↓↓↓

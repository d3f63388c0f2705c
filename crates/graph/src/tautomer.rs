//! The tautomers of a compound: one class, and one of them to stand for it.
//!
//! Hydrogens on heteroatoms, and on carbons that exchange hydrogen with these, are mobile within a
//! conjugated region ([`region`]). A class is settled by the σ skeleton, the places that can bear mobile
//! hydrogen, and their number in each region; its members are perfect matchings. Which of them stands
//! for the class is decided in the canonical order of the class itself ([`placement`]), so that it should not depend on
//! the tautomer that came in. It does so for a few records (docs/definitions.md, Tautomers).

mod placement;
mod region;
mod room;
mod rules;

use crate::{
    Canonical, Limits, Molecule, OrderError, Orderer,
    matching::{Matching, NONE},
    mesomer::{AtomState, MOBILE},
};

use placement::Placement;
use region::Regions;
use room::{Drawing, Room, pi};

/// Scratch that is reused from one molecule to the next.
#[derive(Debug, Default)]
pub(crate) struct Scratch {
    view: Canonical,
    drawing: Drawing,
    rank: Vec<u32>,
    rooms: Vec<Room>,
    regions: Regions,
    matching: Matching,
    placement: Placement,
}

/// An atom of the tautomer that stands for the class, where hydrogens, charges or bonds may differ from
/// what was drawn.
#[derive(Debug, Clone, Copy, PartialEq, Eq)]
pub struct TautomerAtom {
    /// The atom's index in the molecule.
    pub atom: u32,
    /// All its hydrogens.
    pub hydrogens: u8,
    /// Its charge.
    pub charge: i8,
}

/// The tautomer that stands for all of a class.
#[derive(Debug, Clone, Default, PartialEq, Eq)]
pub struct Tautomer {
    /// The atoms of all regions of mobile hydrogen.
    pub atoms: Vec<TautomerAtom>,
    /// The bonds between them: both ends and the number of electron pairs.
    pub bonds: Vec<(u32, u32, u8)>,
    /// Centres and double bonds (atoms in ascending order) that bear a mark here and cannot in some
    /// other tautomer.
    pub erased: Vec<[u32; 2]>,
}

impl Orderer {
    /// The tautomer that stands for the class of this one; `None` where no hydrogen is mobile.
    ///
    /// # Errors
    /// As [`Orderer::order`].
    ///
    /// # Complexity
    /// A few searches for alternating paths and one canonical order; polynomial but for the latter.
    pub fn tautomer(&mut self, molecule: &Molecule) -> Result<Option<Tautomer>, OrderError> {
        let mut scratch = std::mem::take(&mut self.tautomer);
        let found = scratch.tautomer(self, molecule);
        self.tautomer = scratch;
        found
    }
}

impl Scratch {
    fn tautomer(
        &mut self,
        orderer: &mut Orderer,
        molecule: &Molecule,
    ) -> Result<Option<Tautomer>, OrderError> {
        orderer.perceive(molecule, &mut self.view)?;
        let limits = orderer.limits;
        self.find(&limits)?;
        let atoms = 0..self.rooms.len() as u32;
        if !atoms.into_iter().any(|atom| self.moves(atom)) {
            return Ok(None);
        }
        let erased = self.erased(molecule);
        self.fold();
        orderer.order_perceived(molecule, &mut self.view)?;
        let mut tautomer = self.place();
        tautomer.erased = erased;
        if self.matching.is_exhausted() {
            return Err(OrderError::StepLimit {
                limit: limits.order_steps,
            });
        }
        Ok(Some(tautomer))
    }

    /// Finds the regions and their sites.
    fn find(&mut self, limits: &Limits) -> Result<(), OrderError> {
        let Self {
            view,
            drawing,
            rank,
            rooms,
            regions,
            matching,
            ..
        } = self;
        let (skeleton, mesomer) = (&view.skeleton, &view.mesomer);
        drawing.load(skeleton, mesomer, rank);
        matching.work = 0;
        matching.budget = limits.order_steps / 4;
        room::load(rooms, skeleton, mesomer, drawing);
        let negative = |rooms: &[Room]| rooms.iter().filter(|room| room.negative).count();
        let mut left = usize::MAX;
        loop {
            // Each round cancels a charge, or none is left to cancel.
            let cancelling = negative(rooms) < left;
            left = negative(rooms);
            if !regions.find(skeleton, drawing, rooms, cancelling, (matching, limits))? {
                return Ok(());
            }
            placement::redraw(skeleton, (rooms, regions), matching, drawing);
            room::load(rooms, skeleton, mesomer, drawing);
        }
    }

    /// Whether an atom is in a region in which hydrogen moves.
    fn moves(&self, atom: u32) -> bool {
        let region = self.regions.region[atom as usize];
        region != NONE && self.regions.mobile[region as usize]
    }

    /// Makes the view that of the class: in regions of mobile hydrogen all bonds are mobile, sites bear
    /// the number of hydrogens and the charge of their region, and no hydrogen that can move.
    fn fold(&mut self) {
        for atom in 0..self.rooms.len() as u32 {
            if !self.moves(atom) {
                continue;
            }
            let at = atom as usize;
            let room = &self.rooms[at];
            let hydrogens =
                region::mobile_hydrogens(&self.view.skeleton, &self.drawing, &self.rooms, atom);
            let record = &mut self.view.skeleton.atoms[at];
            record.hydrogens = self.drawing.hydrogens[at] - hydrogens as u8;
            record.charge = 0;
            self.view.mesomer.states[at] = AtomState {
                charge: 0,
                open: room.vertices,
                mobile: room.site,
                system: self.regions.totals(atom),
            };
        }
        let ends = self.view.skeleton.bonds.iter();
        let inside: Vec<bool> = ends
            .zip(&self.regions.shifts)
            .map(|(bond, &shifts)| shifts && self.moves(bond.a) && self.moves(bond.b))
            .collect();
        for (order, inside) in self.view.mesomer.orders.iter_mut().zip(inside) {
            if inside {
                *order = MOBILE;
            }
        }
    }

    /// Marks of places that some tautomer lacks.
    fn erased(&mut self, molecule: &Molecule) -> Vec<[u32; 2]> {
        let mut erased = Vec::new();
        let marks = molecule.drawn_stereo().iter();
        for mark in marks.chain(molecule.remembered_stereo()) {
            let [a, b] = mark.centres;
            let homes = [a, b].map(|atom| self.view.skeleton.home[atom as usize]);
            let [x, y] = homes;
            if x == NONE || y == NONE || !self.moves(x) || !self.moves(y) {
                continue;
            }
            let lacks = if x == y {
                self.rooms[x as usize].site
            } else {
                self.varies(x, y)
            };
            let place = [a.min(b), a.max(b)];
            if lacks && !erased.contains(&place) {
                erased.push(place);
            }
        }
        erased
    }

    /// Whether some tautomer has no π bond between two atoms.
    fn varies(&mut self, a: u32, b: u32) -> bool {
        let Self {
            regions,
            rooms,
            matching,
            ..
        } = self;
        let others = regions.vertices(rooms, b);
        let mut vertices = regions.vertices(rooms, a);
        let Some(x) = vertices.find(|&v| others.contains(&matching.mate(v))) else {
            return true;
        };
        matching.part(x);
        matching.block(Some((a, b)));
        let varies = matching.augment(x);
        matching.block(None);
        matching.undo_to(0);
        varies
    }

    fn place(&mut self) -> Tautomer {
        let members = (0..self.rooms.len() as u32).filter(|&atom| self.moves(atom));
        let members: Vec<u32> = members.collect();
        let Self {
            view,
            drawing,
            rooms,
            regions,
            matching,
            placement,
            ..
        } = self;
        placement.place(view, (rooms, regions), &members, matching);
        let skeleton = &view.skeleton;
        let source = |atom: u32| skeleton.atoms[atom as usize].source;
        let mut tautomer = Tautomer::default();
        for &atom in &members {
            let (hydrogens, charge) = placement::state(regions, rooms, matching, atom);
            tautomer.atoms.push(TautomerAtom {
                atom: source(atom),
                hydrogens: skeleton.atoms[atom as usize].hydrogens + hydrogens,
                charge,
            });
        }
        for ((bond, &shifts), &drawn) in skeleton
            .bonds
            .iter()
            .zip(&regions.shifts)
            .zip(&drawing.orders)
        {
            let inside = [bond.a, bond.b]
                .iter()
                .all(|atom| members.binary_search(atom).is_ok());
            if inside {
                let order = if shifts {
                    1 + placement::multiplicity(regions, rooms, matching, bond.a, bond.b)
                } else {
                    1 + pi(drawn)
                };
                tautomer.bonds.push((source(bond.a), source(bond.b), order));
            }
        }
        tautomer
    }
}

↑↑↑

* Task goal *
Which of the lines above hold the string "Whether"? Pick each of them out.

* Task solution *
    /// Whether an atom is in a region in which hydrogen moves.
    /// Whether some tautomer has no π bond between two atoms.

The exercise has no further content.